In terms of other events this year I did two speaking engagements. First a TED talk in Miami which was fun but mostly just discussing AI and AGI at a popular-science-ish level, and secondly I presented at the post-AGI workshop in San Diego for NeurIPS. This one was really fun and a great excuse to be maximally speculative. This presentation gave me a real push to finally condense and write up my vaguely formed thoughts which became the latest series of posts – so this was good!

This year I also travelled a lot more than in prior years averaging roughly one trip per month, mostly for work. This is a lot of travel and was both fun but also tiring and took up a lot of time. It is certainly fun going around and seeing various places, especially in the US which I had not explored before but at the same time the logistics of travel make it very hard to be productive which I have always found requires long periods just thinking and working in the same place without too much interruption. One advantage travel does have though is that airplanes are fantastic places to try to write annoying blog posts you have never found time to get around too. However this only works if you mostly know what you want to say. Doing original deep thought with a packed travel schedule seems very difficult if not impossible. The plane-written blog posts are mostly reaping and not sowing. There is certainly some kind of general tradeoff, at least for me, between experiencing and contemplating. If your schedule is packed with travel and work and you get a huge amount of input, however properly digesting and processing that input requires time of contemplation with little input. Perhaps I am just rederiving the super basic idea that rest is important, even for productivity over the long haul, but this has been interesting for me to see play out over the past few years. I never had this problem during my PhD when I was just mostly sitting at home all day reading papers and thinking. But now there is a real tradeoff.

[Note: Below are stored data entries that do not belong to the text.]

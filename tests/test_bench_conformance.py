"""What every bench must do before a unit is tested on it, proven on the bench itself: the
virtual bench by default, a real one with ``--bench-station FILE`` (``tests/bench_under_test.py``;
docs/station-file.md, "Proving a real bench").

On a real bench these tests operate each relay of the fixture once, alone, with the supply
proven off first; they set the meter to each function and range of the station's accuracy table
with every relay open; they never switch the supply on.  The relay box's watchdog is tripped on
purpose, by a controller process that is killed while a relay is closed: the box must open it by
itself (the design's safe state when the controller dies).
"""

from __future__ import annotations

import json
import math
import subprocess
import sys
import time
from collections.abc import Iterator

import pytest

from drivers.base import MeterFunction
from drivers.registry import open_instrument
from rig.bench_open import close_bench, open_bench
from rig.config.fixture import Bus
from rig.config.station import Station
from rig.engine import Bench, make_safe

pytestmark = pytest.mark.timeout(120)


@pytest.fixture
def bench(bench_station: Station) -> Iterator[Bench]:
    """The bench opened (each instrument asked who it is, as before any run) and made safe."""
    opened = open_bench(bench_station)
    try:
        assert make_safe(opened) == [], "the bench could not be made safe"
        yield opened
    finally:
        make_safe(opened)
        close_bench(opened)


def test_each_instrument_answers_with_an_identity(bench: Bench) -> None:
    # IEEE 488.2 10.14: *IDN? answers manufacturer, model, serial number, firmware level
    assert set(bench.identities) == {"dmm", "supply", "relay_box"}
    for role, identity in bench.identities.items():
        assert identity.manufacturer.strip() and identity.model.strip(), role


def test_the_safe_state_reads_back_as_safe(bench: Bench) -> None:
    # the design's safe state: every relay open and the supply's output off, each verified
    assert not bench.supply.output_is_on()
    assert bench.relays.closed_relays() == frozenset()
    volts = bench.supply.measure_voltage()
    assert math.isfinite(volts)


def test_every_relay_of_the_fixture_closes_and_opens_alone(
    bench: Bench, bench_station: Station
) -> None:
    relays = sorted(bench_station.fixture.relay_owner())
    assert relays, "the fixture map names no relay"
    stuck = []
    for relay in relays:
        bench.relays.apply([relay])
        if bench.relays.closed_relays() != {relay}:
            stuck.append(f"relay {relay} closed alone reads {sorted(bench.relays.closed_relays())}")
        bench.relays.open_all()
        if bench.relays.closed_relays():
            stuck.append(f"relay {relay} opened reads {sorted(bench.relays.closed_relays())}")
    assert not stuck, "; ".join(stuck)


def test_the_meter_takes_every_range_the_station_states(
    bench: Bench, bench_station: Station
) -> None:
    # every relay is open: the meter's input is open, so a resistance reads overload and a
    # voltage near nothing; what is proven is that each setup is accepted and read
    refused = []
    for name in bench_station.dmm_accuracy.entries:
        function = MeterFunction(name)
        for range_ in bench_station.dmm_accuracy.ranges(function):
            try:
                bench.dmm.configure(function, range_, 1.0)
                value = bench.dmm.read()
                bench.dmm.check_errors()
            except Exception as exc:
                refused.append(f"{name} range {range_:g}: {exc}")
                continue
            if math.isnan(value):
                refused.append(f"{name} range {range_:g}: read NaN")
    assert not refused, "; ".join(refused)


WATCHDOG_HOST = """
import json, sys, time
from drivers.registry import open_instrument
config = json.loads(sys.argv[1])
box = open_instrument(config["driver"], "relay_box", config["resource"], config["settings"])
box.apply([config["relay"]])
box.start_watchdog(config["timeout_s"])
print("armed", flush=True)
time.sleep(600)
"""


def test_the_box_opens_its_relays_when_the_controller_dies(bench_station: Station) -> None:
    # a relay to a meter bus (never the supply's), closed by a controller that is then killed
    # with the watchdog armed at the station's own timeout
    owners = bench_station.fixture.relay_owner()
    relay = min(r for r, (_, bus) in owners.items() if bus not in (Bus.SUPPLY_POS, Bus.SUPPLY_NEG))
    config = bench_station.instruments["relay_box"]
    wanted = {
        "driver": config.driver,
        "resource": config.resource,
        "settings": dict(config.settings),
        "relay": relay,
        "timeout_s": bench_station.watchdog_s,
    }
    host = subprocess.Popen(
        [sys.executable, "-c", WATCHDOG_HOST, json.dumps(wanted, default=str)],
        stdout=subprocess.PIPE,
        text=True,
    )
    try:
        assert host.stdout is not None
        assert host.stdout.readline().strip() == "armed", "the controller could not arm the box"
    finally:
        host.kill()
        host.wait()
    # its timeout, and half as long again to act on it: the box is not asked before then, since
    # any frame feeds its watchdog (docs/relay-box-protocol.md), and asking early would stop it
    time.sleep(1.5 * bench_station.watchdog_s + 0.5)
    box = open_instrument(config.driver, "relay_box", config.resource, config.settings)
    try:
        closed = box.closed_relays()
        box.open_all()  # whatever the outcome, the bench is left open
    finally:
        box.close()
    assert closed == frozenset(), (
        f"relay {relay} still closed {bench_station.watchdog_s:g} s after its controller died"
    )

The ideal schedule seems to be something like perhaps 3-6 months of serious high paced works, perhaps interspersed with small few-days blocks of contemplation then a big 2-4 week holiday/contemplation block at the end to really try to pull everything together. Insights also require times of serendipity where you can just explore without being pressed in with obligations and always happen to me at the weirdest times. I’m not sure how to optimize these further really. The Christmas/New Year’s break always forms one such contemplative block for me but there also needs to be a similar one in the summer.

  1. Also, there was a global pandemic waiting in the wings. 

  2. In my own opinion. 

  3. Which I actually failed to predict. I thought it would be some RL MCTS style approach. Somehow LLM MCTS still doesn’t seem to work and we are stuck with embarrassingly simple algorithms like PPO/GRPO. 

  4. I continue to maintain that the synthesis of theory and practice is vital to the discovery of good ideas, and that in general it is extremely rare just because of the tails coming apart and the intersection of people who can execute things in the real world and people who can do abstract theoretical analyses of things is very small since these two abilities are surprisingly (!) uncorrelated. My status here is as the jack of all trades who is not amazing at either but is somehow seemingly decent at both. 

  5. I reached the big 3-0 this year (AAAH). 

  6. Honestly my suspicion is that tails come apart explains most of this as well as that true intellectual curiosity is both rare and not that impactful, in that people can easily ascend the highest levels of various domains without it. 

  7. We will have to see how zyphra turns out to know whether this was a mistake or not in retrospect.